Try it —
Of all the lines below, return only those starting with the line holding "type AnySchema = z.ZodType;" and going on through the line holding "object | null>;", exactly as written.
**** Input data ****
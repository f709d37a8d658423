import "server-only";
// The one wrapper for every route handler: session -> studio membership -> permission -> zod parsing of
// params, query and body -> handler -> errors mapped to { error: { code, message } }.
// Each wrapped handler carries `meta` (access kind and permission) so the role-matrix test can find routes
// without a rule.
// A request may instead carry a personal API token (`Authorization: Bearer kwt_...`, lib/server/auth/api-tokens.ts):
// it acts for the token's creator, on its own studio's routes only, with the token's role capped by the creator's
// current role; a route of the "user" kind accepts one only when it says `tokens: true`. A token request without
// any cookie skips the same-origin check (no browser sends it, so no other site can make a browser send it), and
// nothing else. Every use is recorded (last use, and a row in the studio's activity log).
import { NextResponse, type NextRequest } from "next/server";
import { getToken } from "next-auth/jwt";
import { z } from "zod";
import { env } from "./env";
import { AppError, forbidden, notFound, toErrorBody } from "./errors";
import { liveSessionUser } from "./auth/sessions";
import { recordTokenUse, tokenCaller, type TokenCaller } from "./auth/api-tokens";
import { requestHost } from "./client-address";
import { mediaType } from "./media-type";
import { can, isRole, type Permission, type Role } from "@/lib/permissions";

export const MAX_JSON_BYTES = 256 * 1024;

export type Access =
  | { kind: "public" }
  | { kind: "user" }
  | { kind: "studio"; permission: Permission };

export interface RouteMeta {
  access: Access;
  /** A "user" route that personal API tokens may call too (studio routes always may, on their own studio). */
  tokens?: boolean;
  /** The zod schemas the wrapper parses with: the OpenAPI test checks the document names these very ones. */
  schemas: { params?: z.ZodType; query?: z.ZodType; body?: z.ZodType };
}

type AnySchema = z.ZodType;
type Out<S> = S extends AnySchema ? z.infer<S> : undefined;

export interface Ctx<P, Q, B> {
  req: NextRequest;
  params: P;
  query: Q;
  body: B;
  user: { id: string; email: string; name: string } | null;
  studio: { id: string; role: Role } | null;
  /** The personal API token the request carries, if it authenticated with one, with its role now (capped). */
  token: (TokenCaller["token"] & { role: Role | null }) | null;
}

interface Spec<A extends Access, PS, QS, BS> {
  access: A;
  tokens?: boolean;
  params?: PS;
  query?: QS;
  body?: BS;
  /** A POST that computes and creates nothing (a preview) answers 200 instead of 201. */
  creates?: false;
}

type Handler<A extends Access, P, Q, B> = (
  ctx: Ctx<P, Q, B> & (A extends { kind: "public" } ? unknown : { user: NonNullable<Ctx<P, Q, B>["user"]> }) &
    (A extends { kind: "studio" } ? { studio: NonNullable<Ctx<P, Q, B>["studio"]> } : unknown),
) => Promise<Response | object | null>;

export type WrappedHandler = ((req: NextRequest, ctx: { params: Promise<Record<string, string | string[]>> }) => Promise<Response>) & { meta: RouteMeta };

function zodMessage(err: z.ZodError, where: string): AppError {
  const issues = err.issues.map((i) => ({ path: [where, ...i.path.map(String)].join("."), message: i.message }));
  const first = issues[0];
  return new AppError("invalid-input", first ? `${first.path}: ${first.message}` : `Invalid ${where}.`, { issues });
}

const UUID_SHAPE = /^[0-9a-f]{8}-[0-9a-f]{4}-[0-9a-f]{4}-[0-9a-f]{4}-[0-9a-f]{12}$/i;

/**
 * Route params as the handler sees them: every id (a UUID, RFC 9562) in lower case. Our ids are generated in
 * lower case and MariaDB compares them without regard to case, so an upper-case spelling in a URL finds the
 * row; without this it would also be written in that spelling (a sample's library id, a counter row).
 */
export function normaliseParams(raw: Record<string, string | string[]>): Record<string, string | string[]> {
  const low = (v: string) => (UUID_SHAPE.test(v) ? v.toLowerCase() : v);
  return Object.fromEntries(Object.entries(raw).map(([k, v]) => [k, Array.isArray(v) ? v.map(low) : low(v)]));
}

function parseWith<S extends AnySchema | undefined>(schema: S, value: unknown, where: string): Out<S> {
  if (!schema) return undefined as Out<S>;
  const r = schema.safeParse(value);
  if (!r.success) throw zodMessage(r.error, where);
  return r.data as Out<S>;
}

/**
 * The secret of `Authorization: Bearer <secret>` (RFC 6750 section 2.1), null without one. Another scheme is
 * left alone (a proxy's Basic login in front of the app, say): the session cookie decides then.
 */
export function bearerSecret(req: NextRequest): string | null {
  const h = req.headers.get("authorization");
  if (h === null || !/^Bearer(\s|$)/i.test(h)) return null;
  const m = /^Bearer[ ]+(\S+)[ ]*$/i.exec(h);
  if (!m) throw new AppError("unauthenticated", "Send a personal API token as \"Authorization: Bearer <token>\".");
  return m[1]!;
}

/** State-changing requests must come from our own origin (the Origin header, else Sec-Fetch-Site). */
export function checkSameOrigin(req: NextRequest): void {
  if (["GET", "HEAD", "OPTIONS"].includes(req.method)) return;
  const origin = req.headers.get("origin");
  // X-Forwarded-Host only counts when a trusted proxy sent it (lib/server/client-address.ts)
  const host = requestHost(req.headers);
  if (origin) {
    let originHost: string;
    try {
      originHost = new URL(origin).host;
    } catch {
      throw new AppError("forbidden", "Requests from another site are refused.");
    }
    if (originHost !== host && origin !== new URL(env().KW_APP_URL).origin) throw new AppError("forbidden", "Requests from another site are refused.");
    return;
  }
  const site = req.headers.get("sec-fetch-site");
  if (site && site !== "same-origin" && site !== "none") throw new AppError("forbidden", "Requests from another site are refused.");
}

const LONE_SURROGATE = /[\uD800-\uDBFF](?![\uDC00-\uDFFF])|(?<![\uD800-\uDBFF])[\uDC00-\uDFFF]/;

/** The path of the first string (or key) holding a lone UTF-16 surrogate, which JSON's \uXXXX escapes can spell. */
export function loneSurrogateAt(value: unknown, path: string): string | null {
  if (typeof value === "string") return LONE_SURROGATE.test(value) ? path : null;
  if (Array.isArray(value)) {
    for (let i = 0; i < value.length; i++) {
      const p = loneSurrogateAt(value[i], `${path}.${i}`);
      if (p) return p;
    }
    return null;
  }
  if (value && typeof value === "object") {
    for (const [k, v] of Object.entries(value)) {
      if (LONE_SURROGATE.test(k)) return `${path} (a field name)`;
      const p = loneSurrogateAt(v, `${path}.${k}`);
      if (p) return p;
    }
  }
  return null;
}

async function readJson(req: NextRequest): Promise<unknown> {
  const len = Number(req.headers.get("content-length") ?? "0");
  if (len > MAX_JSON_BYTES) throw new AppError("too-large", `The request body is larger than ${MAX_JSON_BYTES / 1024} KB.`);
  const bytes = new Uint8Array(await req.arrayBuffer());
  if (bytes.byteLength > MAX_JSON_BYTES) throw new AppError("too-large", `The request body is larger than ${MAX_JSON_BYTES / 1024} KB.`);
  let text: string;
  try {
    text = new TextDecoder("utf-8", { fatal: true }).decode(bytes);
  } catch {
    throw new AppError("invalid-input", "The request body is not valid UTF-8 text; send JSON in UTF-8.");
  }
  if (!text.trim()) return {};
  if (mediaType(req.headers.get("content-type"))?.type !== "application/json") throw new AppError("invalid-input", "Send the body as JSON (Content-Type: application/json).");
  let value: unknown;
  try {
    value = JSON.parse(text);
  } catch {
    throw new AppError("invalid-input", "The request body is not valid JSON.");
  }
  // a lone surrogate cannot be stored as UTF-8 (MariaDB's JSON refuses it): refuse it here, by name
  const at = loneSurrogateAt(value, "body");
  if (at) throw new AppError("invalid-input", `${at}: the text is not valid Unicode (it holds a lone UTF-16 surrogate, \\uD800-\\uDFFF without its pair).`);
  return value;
}

export async function sessionUser(req: NextRequest): Promise<{ id: string; email: string; name: string } | null> {
  return (await sessionUserWithRole(req, null))?.user ?? null;
}

/** The signed-in user of a live session and, when a studio is named, their role in it: one query for all. */
async function sessionUserWithRole(req: NextRequest, studioId: string | null): Promise<{ user: { id: string; email: string; name: string }; role: string | null } | null> {
  const e = env();
  const token = await getToken({ req, secret: e.NEXTAUTH_SECRET, secureCookie: e.KW_APP_URL.startsWith("https://") });
  return liveSessionUser(token, studioId);
}

export function route<A extends Access, PS extends AnySchema | undefined = undefined, QS extends AnySchema | undefined = undefined, BS extends AnySchema | undefined = undefined>(
  spec: Spec<A, PS, QS, BS>,
  handler: Handler<A, Out<PS>, Out<QS>, Out<BS>>,
): WrappedHandler {
  const wrapped = async (req: NextRequest, ctx: { params: Promise<Record<string, string | string[]>> }) => {
    let caller: TokenCaller | null = null;
    let answer: Response;
    try {
      const bearer = spec.access.kind === "public" ? null : bearerSecret(req);
      // a cookie-less token request is no browser's: it cannot be a forged cross-site request
      if (!(bearer && !req.headers.has("cookie"))) checkSameOrigin(req);
      const rawParams = normaliseParams((await ctx?.params) ?? {});
      let user: Ctx<unknown, unknown, unknown>["user"] = null;
      let studio: Ctx<unknown, unknown, unknown>["studio"] = null;
      const studioId = spec.access.kind === "studio" && typeof rawParams.studioId === "string" && UUID_SHAPE.test(rawParams.studioId) ? rawParams.studioId : null;
      let role: string | null = null;
      if (bearer) {
        caller = await tokenCaller(bearer);
        if (spec.access.kind === "user" && !spec.tokens) throw new AppError("forbidden", "A personal API token works only on its own studio's addresses; sign in to use this one.");
        user = caller.user;
        // a token acts only in its own studio: any other is one its holder is not a member of
        role = studioId === caller.token.studioId ? caller.role : null;
      } else if (spec.access.kind !== "public") {
        const who = await sessionUserWithRole(req, studioId);
        if (!who) throw new AppError("unauthenticated", "Sign in first.");
        user = who.user;
        role = who.role;
      }
      if (spec.access.kind === "studio") {
        // Not a member: the studio's existence is not admitted (404, not 403).
        const r = role && isRole(role) ? role : null;
        if (!studioId || !r) throw notFound("The studio");
        if (!can(r, spec.access.permission)) throw forbidden();
        studio = { id: studioId, role: r };
      }
      const params = parseWith(spec.params, rawParams, "params");
      const query = parseWith(spec.query, Object.fromEntries(req.nextUrl.searchParams), "query");
      const body = spec.body ? parseWith(spec.body, await readJson(req), "body") : (undefined as Out<BS>);
      const out = await (handler as (c: Ctx<unknown, unknown, unknown>) => Promise<Response | object | null>)({ req, params, query, body, user, studio, token: caller ? { ...caller.token, role: caller.role } : null });
      // a signed-in person's answers are theirs alone: no shared cache keeps them, no cache at all by default
      const signedIn = spec.access.kind !== "public";
      if (out instanceof Response) {
        if (signedIn && !out.headers.has("cache-control")) out.headers.set("cache-control", "private, no-store");
        answer = out;
      } else {
        const headers = signedIn ? { "cache-control": "private, no-store" } : undefined;
        answer = out === null ? new NextResponse(null, { status: 204, headers }) : NextResponse.json(out, { status: req.method === "POST" && spec.creates !== false ? 201 : 200, headers });
      }
    } catch (e) {
      const { status, body } = toErrorBody(e);
      answer = NextResponse.json(body, { status, headers: { "cache-control": "no-store" } });
    }
    if (caller) {
      // the answer stands whatever happens here: a failed record is logged, never turned into an error
      await recordTokenUse(caller, { method: req.method, path: req.nextUrl.pathname, status: answer.status }).catch((e) => console.error("[route] recording a token's use failed:", e));
    }
    return answer;
  };
  const meta: RouteMeta = { access: spec.access, ...(spec.tokens ? { tokens: true } : {}), schemas: { params: spec.params, query: spec.query, body: spec.body } };
  return Object.assign(wrapped, { meta });
}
****
Response to this exercise —
type AnySchema = z.ZodType;
type Out<S> = S extends AnySchema ? z.infer<S> : undefined;

export interface Ctx<P, Q, B> {
  req: NextRequest;
  params: P;
  query: Q;
  body: B;
  user: { id: string; email: string; name: string } | null;
  studio: { id: string; role: Role } | null;
  /** The personal API token the request carries, if it authenticated with one, with its role now (capped). */
  token: (TokenCaller["token"] & { role: Role | null }) | null;
}

interface Spec<A extends Access, PS, QS, BS> {
  access: A;
  tokens?: boolean;
  params?: PS;
  query?: QS;
  body?: BS;
  /** A POST that computes and creates nothing (a preview) answers 200 instead of 201. */
  creates?: false;
}

type Handler<A extends Access, P, Q, B> = (
  ctx: Ctx<P, Q, B> & (A extends { kind: "public" } ? unknown : { user: NonNullable<Ctx<P, Q, B>["user"]> }) &
    (A extends { kind: "studio" } ? { studio: NonNullable<Ctx<P, Q, B>["studio"]> } : unknown),
) => Promise<Response | object | null>;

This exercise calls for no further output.